The Problem
A public utility offered established renewable energy programs. Despite the longevity of these offerings, customer enrollment remained below potential.
They planned to invest in new marketing efforts to increase enrollment, but needed clarity on where the adoption challenge truly lay: lack of awareness, limited understanding of program value, uncertainty about how to participate, or a combination of these factors.
The utility sought a clear, evidence-driven foundation to pinpoint the primary barriers to adoption and guide a more focused, effective marketing approach.

The Approach
We designed a two-phase research approach that moved from exploration to validation:
– Fielded focus groups with customers across age groups to explore awareness, perceived value, and understanding of how to participate, and used these insights to form hypotheses for further testing.

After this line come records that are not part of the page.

/** The workers' engine CPU time over a job's cases (each chunk's report read from their logs, which may lag the job's end a little). */
async function engineCpuOf(jobId: string): Promise<number> {
  for (let waited = 0; (engineByJob.get(jobId)?.cases ?? 0) < CASES; waited += 20) {
    if (waited > 5000) throw new Error(`the workers reported the engine's time for ${engineByJob.get(jobId)?.cases ?? 0} of ${CASES} cases`);
    await new Promise((resolve) => setTimeout(resolve, 20));
  }
  return engineByJob.get(jobId)!.engineCpuMs;
}

async function stopWorkers(workers: ChildProcess[]): Promise<void> {
  await Promise.all(workers.map((w) => new Promise<void>((resolve) => (w.once('exit', () => resolve()), w.kill('SIGTERM')))));
}

async function newStudy(label: string, steps: number): Promise<string> {
  const study = await engineer.post(`/api/projects/${t.demo.projectId}/studies`, { title: label }).expect(201);
  const branchId = (await engineer.get(`/api/studies/${study.body.id}/branches`).expect(200)).body[0].id as string;
  const { ids, inputs } = studyCells(label);
  const cells = (['flow', 'pressure', 'analysis', 'sweep'] as const).map((kind) => ({
    cellId: ids[kind],
    kind,
    title: '',
    collapsed: false,
    inputs: kind === 'sweep' ? { ...inputs.sweep, steps } : inputs[kind],
  }));
  await engineer.put(`/api/branches/${branchId}/draft`, { baseRevision: 0, cells }).expect(200);
  return branchId;
}

/**
 * Job notices (the channel workers notify and app servers LISTEN to), so the bench follows a job as a
 * browser does over server-sent events: it asks for the job when it has moved, not on a timer (polling
 * every 100 ms cost the app server more CPU than the notices, on the same two cores as the workers).
 */
const listener = await t.database.pool.connect();
const noticeWaiters = new Map<string, () => void>();
listener.on('notification', (msg) => {
  const notice = JSON.parse(msg.payload ?? '{}') as JobNotice;
  noticeWaiters.get(notice.jobId)?.();
});
await listener.query(`LISTEN ${JOB_CHANNEL}`);

/** Resolves at the job's next notice, or after a second whatever happens. */
function nextNotice(jobId: string): Promise<void> {
  return new Promise((resolve) => {
    const timer = setTimeout(done, 1000);
    function done() {
      clearTimeout(timer);
      noticeWaiters.delete(jobId);
      resolve();
    }
    noticeWaiters.set(jobId, done);
  });
}

async function runToEnd(branchId: string): Promise<Job> {
  const run = await engineer.post(`/api/branches/${branchId}/run`, {}).expect(202);
  const jobId = run.body.jobId as string;
  for (;;) {
    // Waiting for the next notice starts before the job is read, so none falls between the two.
    const moved = nextNotice(jobId);
    const job = (await engineer.get(`/api/jobs/${jobId}`).expect(200)).body as Job;
    if (job.state !== 'queued' && job.state !== 'running') {
      if (job.state !== 'completed') throw new Error(`the job ended ${job.state}: ${job.error ?? ''}`);
      return job;
    }
    await moved;
  }
}

/** CPU time (user + system) of one process or thread, in ms, from a /proc stat file. */
function cpuMsAt(statPath: string): number {
  const fields = readFileSync(statPath, 'utf8').split(') ')[1]!.split(' ');
  // utime and stime are fields 14 and 15 of stat (proc(5)), in clock ticks; 100 a second on Linux.
  return ((Number(fields[11]) + Number(fields[12])) * 1000) / 100;
}

/** CPU time a process has used so far (all its threads, living or ended), in ms. */
const cpuMsOf = (pid: number): number => cpuMsAt(`/proc/${pid}/stat`);

/**
 * CPU time so far of each living thread of a process, by thread id, in ms: the scheduler's account
 * (schedstat, nanoseconds), not stat's clock ticks, which count in 10 ms steps, 2-3 % of a whole
 * 1,000-case job.
 */
function threadCpuMs(pid: number): Map<string, number> {
  const threads = new Map<string, number>();
  for (const tid of readdirSync(`/proc/${pid}/task`)) {
    try {
      threads.set(tid, Number(readFileSync(`/proc/${pid}/task/${tid}/schedstat`, 'utf8').split(' ', 1)[0]) / 1e6);
    } catch {
      // the thread ended meanwhile
    }
  }
  return threads;
}

/**
 * Starts counting the CPU time of some processes, all their threads; the function returned gives the
 * time used since, in ms. Counted by thread from schedstat; should a thread have ended meanwhile (its
 * time is gone from /proc/<pid>/task), from the processes' stat instead.
 */
function cpuSince(pids: readonly number[]): () => number {
  const threads = pids.map(threadCpuMs);
  const ticks = pids.reduce((ms, pid) => ms + cpuMsOf(pid), 0);
  return () => {
    let ms = 0;
    for (const [i, pid] of pids.entries()) {
      const now = threadCpuMs(pid);
      for (const tid of threads[i]!.keys()) if (!now.has(tid)) return pids.reduce((total, p) => total + cpuMsOf(p), 0) - ticks;
      for (const [tid, used] of now) ms += used - (threads[i]!.get(tid) ?? 0);
    }
    return ms;
  };
}

/** The PostgreSQL cluster's CPU time so far (postmaster, its living children and those it has reaped), in ms. */
async function postgresCpuMs(): Promise<number> {
  const { rows } = await t.database.pool.query<{ pid: number }>('select pg_backend_pid() as pid');
  const postmaster = Number(readFileSync(`/proc/${rows[0]!.pid}/stat`, 'utf8').split(') ')[1]!.split(' ')[1]);
  const fields = readFileSync(`/proc/${postmaster}/stat`, 'utf8').split(') ')[1]!.split(' ');
  // utime, stime, cutime and cstime (fields 14 to 17 of stat), in clock ticks.
  let ms = ((Number(fields[11]) + Number(fields[12]) + Number(fields[13]) + Number(fields[14])) * 1000) / 100;
  for (const child of readFileSync(`/proc/${postmaster}/task/${postmaster}/children`, 'utf8').trim().split(/\s+/).filter(Boolean)) {
    try {
      ms += cpuMsOf(Number(child));
    } catch {
      // it ended meanwhile (and was counted in cutime, or will be)
    }
  }
  return ms;
}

– Designed a quantitative survey to rigorously assess awareness gaps, test value propositions, and evaluate the effectiveness of go-to-market channels.
– Fielded the survey among their customer base, ensuring representation from both existing clean energy program participants and non-participants to uncover meaningful differences and drivers of enrollment.

The Results
» Clear diagnosis that low enrollment was driven by limited awareness and skepticism that customers could actively choose clean energy, underscoring the need for awareness marketing.
» Identification of two core value propositions that resonated across customer groups, providing a consistent messaging framework for future campaigns.
» Confirmation that program cost was a primary barrier to enrollment, giving our client a clear issue to address to improve adoption.
» Evidence of meaningful differences in channel effectiveness between younger and older customers, informing more tailored go-to-market strategies by age group.
Did you know
Combining qualitative exploration with quantitative validation helps teams avoid scaling the wrong idea. Qual uncovers the “why,” while quant confirms which insights are real, widespread, and worth acting on.